The current study5 evaluated nearly 60,000 vaccinated patients and compared rates of HZ with a matched cohort of nearly 120,000 unvaccinated patients with rheumatic disease. In addition to the large number of patients studied, the authors were able to control for use of biologic, traditional disease-modifying agents and corticosteroid use as they compared HZ rates over a mean of 7 years postvaccination. Consistent with what we would expect in individuals with autoimmune diseases, the duration of response seen in this study appears to be somewhat blunted, but was found to last about 5 years.

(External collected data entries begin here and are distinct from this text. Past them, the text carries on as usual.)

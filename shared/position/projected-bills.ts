import { dcWattsOf } from '../facts/dc-rating.ts';
import type { PlanInForce } from '../facts/household.ts';
import { asksForIntervals } from '../metering/cycle-intervals.ts';
import type { CompiledUsage } from '../settlement/compile-usage.ts';
import { keptAt } from '../settlement/place.ts';
import type { RatePlan } from '../settlement/plan.ts';
import { planByDays } from '../settlement/plan-by-days.ts';
import { planFor } from '../settlement/plan-in-force.ts';
import { type CycleUsage, EMPTY_OPENING, type Opening } from '../settlement/settlement.ts';
import { planWithoutRoof } from '../settlement/without-roof.ts';
import { type Cents, cents } from '../units/cents.ts';
import { Exact } from '../units/rate.ts';
import type { BasisFacts, EnergyCycle, ProjectionBasis } from './basis.ts';
import { type BillSide, billSide, settleSide } from './bill-side.ts';
import type { Changes } from './changes.ts';
import { escalatePlan } from './escalate.ts';
import { usageWithoutRoof, usageWithRoof } from './period-usage.ts';
import type { Period, PeriodEnergy } from './periods.ts';
import { type SharedMonths, sharedMonths } from './shared-months.ts';
import { shareBook } from './year-shares.ts';

/** What a month's two bills leave, and what the utility's banks are worth after it. */
export type ProjectedBill = { avoidedCents: Cents; bankCents: Cents };

export type ProjectedBills = { ok: true; bills: ProjectedBill[] } | { ok: false; why: string };

/** A plan in a year to come: with the roof and without it. */
type YearPlans = { withRoof: RatePlan; withoutRoof: RatePlan };

/**
 * Both sides of the bills to come: what is settled again for every resample. Months on or after the day the house is sold are left out. The usage of a month
 * is `drawn` as one cycle was, or as the record's months are in the mean.
 */
export type BillSides = {
  roof: BillSide;
  plain: BillSide;
  usageWith: (at: number, energy: PeriodEnergy, drawn: EnergyCycle | null) => CompiledUsage;
  usageWithout: (at: number, energy: PeriodEnergy, drawn: EnergyCycle | null) => CompiledUsage;
  /** Where the parts of the months by period and clock hour come from; null where the plans ask for none. */
  shared: SharedMonths | null;
};

/** Makes both sides ready: the plan in force in each month, its prices raised by whole years. Null where no plan is. */
export function billSides(
  basis: ProjectionBasis,
  facts: BasisFacts,
  changes: Pick<Changes, 'plan' | 'endsOn'>,
  periods: readonly Period[],
): BillSides | null {
  const planOf = planYears(facts);
  const roof: { period: Period; plan: RatePlan }[] = [];
  const plain: { period: Period; plan: RatePlan }[] = [];
  for (const period of periods) {
    if (changes.endsOn !== null && period.from >= changes.endsOn) break;
    const inForce = planFor(facts.plans, period.from);
    if (!inForce) return null;
    const plans = planOf(inForce, Math.floor(period.index / 12));
    roof.push({ period, plan: changes.plan ? changes.plan(plans.withRoof, period) : plans.withRoof });
    plain.push({ period, plan: plans.withoutRoof });
  }
  const kW = powerOf(facts.house);
  const book = shareBook(basis);
  const sharesAt = (months: BillSide['months'], at: number, drawn: EnergyCycle | null) => {
    const { plan, period } = keptAt(months, at);
    return asksForIntervals(plan) ? book.at(plan.calendar, period.from, period.to, drawn) : null;
  };
  const usage = (months: BillSide['months'], make: typeof usageWithRoof): BillSides['usageWith'] => {
    return (at, energy, drawn) => make(energy, sharesAt(months, at, drawn), keptAt(months, at));
  };
  return {
    roof: billSide(roof, kW, facts.incentive !== null),
    plain: billSide(plain, kW, false),
    usageWith: usage(roof, usageWithRoof),
    usageWithout: usage(plain, usageWithoutRoof),
    shared: sharedMonths(roof, (at) => sharesAt(roof, at, null)),
  };
}

/** Settles every month with the roof and without it; both carry their own banks. A house that is sold has no bill, and its banks are lost. */
export function projectBills(sides: BillSides, energies: readonly PeriodEnergy[], opening: Opening): ProjectedBills {
  const roof = settleSide(sides.roof, { ...opening, balanceCents: null }, (at) =>
    sides.usageWith(at, keptAt(energies, at), null),
  );
  if (!roof.ok) return refused(roof.why);
  const plain = settleSide(sides.plain, EMPTY_OPENING, (at) => sides.usageWithout(at, keptAt(energies, at), null));
  if (!plain.ok) return refused(plain.why);
  return {
    ok: true,
    bills: energies.map((_, at) => ({
      avoidedCents: cents((plain.value.dueCents[at] ?? 0) - (roof.value.dueCents[at] ?? 0)),
      bankCents: cents(roof.value.bankCents[at] ?? 0),
    })),
  };
}

function refused(why: string): ProjectedBills {
  return { ok: false, why: `The rate plan cannot be settled on monthly figures. ${why}`.trim() };
}

function planYears(facts: BasisFacts): (inForce: PlanInForce, years: number) => YearPlans {
  const made = new Map<PlanInForce, YearPlans[]>();
  const rise = facts.assumptions.priceRise;
  return (inForce, years) => {
    let ofPlan = made.get(inForce);
    if (!ofPlan) {
      ofPlan = [];
      made.set(inForce, ofPlan);
    }
    const known = ofPlan[years];
    if (known) return known;
    const first = ofPlan[0]?.withoutRoof ?? planByDays(planWithoutRoof(inForce));
    const plans = {
      withRoof: escalatePlan(ofPlan[0]?.withRoof ?? planByDays(inForce.plan), rise, years),
      withoutRoof: escalatePlan(first, rise, years),
    };
    ofPlan[years] = plans;
    return plans;
  };
}

function powerOf(house: BasisFacts['house']): CycleUsage['kW'] {
  const watts = dcWattsOf(house.arrays);
  return {
    dc: new Exact(watts).div(1000).toString(),
    ...(house.inverterAcWatts === null ? {} : { ac: new Exact(house.inverterAcWatts).div(1000).toString() }),
  };
}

Thus, despite the diminished responses when compared to immunocompetent individuals, patients with rheumatic diseases do make meaningful and effective responses to HZ vaccine that last for several years.
Although we should remain cautious about the potential risk for inducing vaccine-strain illness in our patients, we have evidence that the current HZ vaccine does work in patients with rheumatic disease, who are, by way of disease-related immune dysfunction as well as immunosuppressive medication use, already at increased risk of developing HZ. Vaccination rates remain very low in patients with rheumatic disease, even for those who are not taking biologic therapies and who meet criteria for vaccination. Strategies need to be developed to enhance vaccination rates for HZ in rheumatic diseases aged 50 years and older. Additionally, use of this vaccine in younger adults with underlying autoimmune diseases should be considered and studied to reduce the burden of HZ disease in younger adults who remain at increased risk7.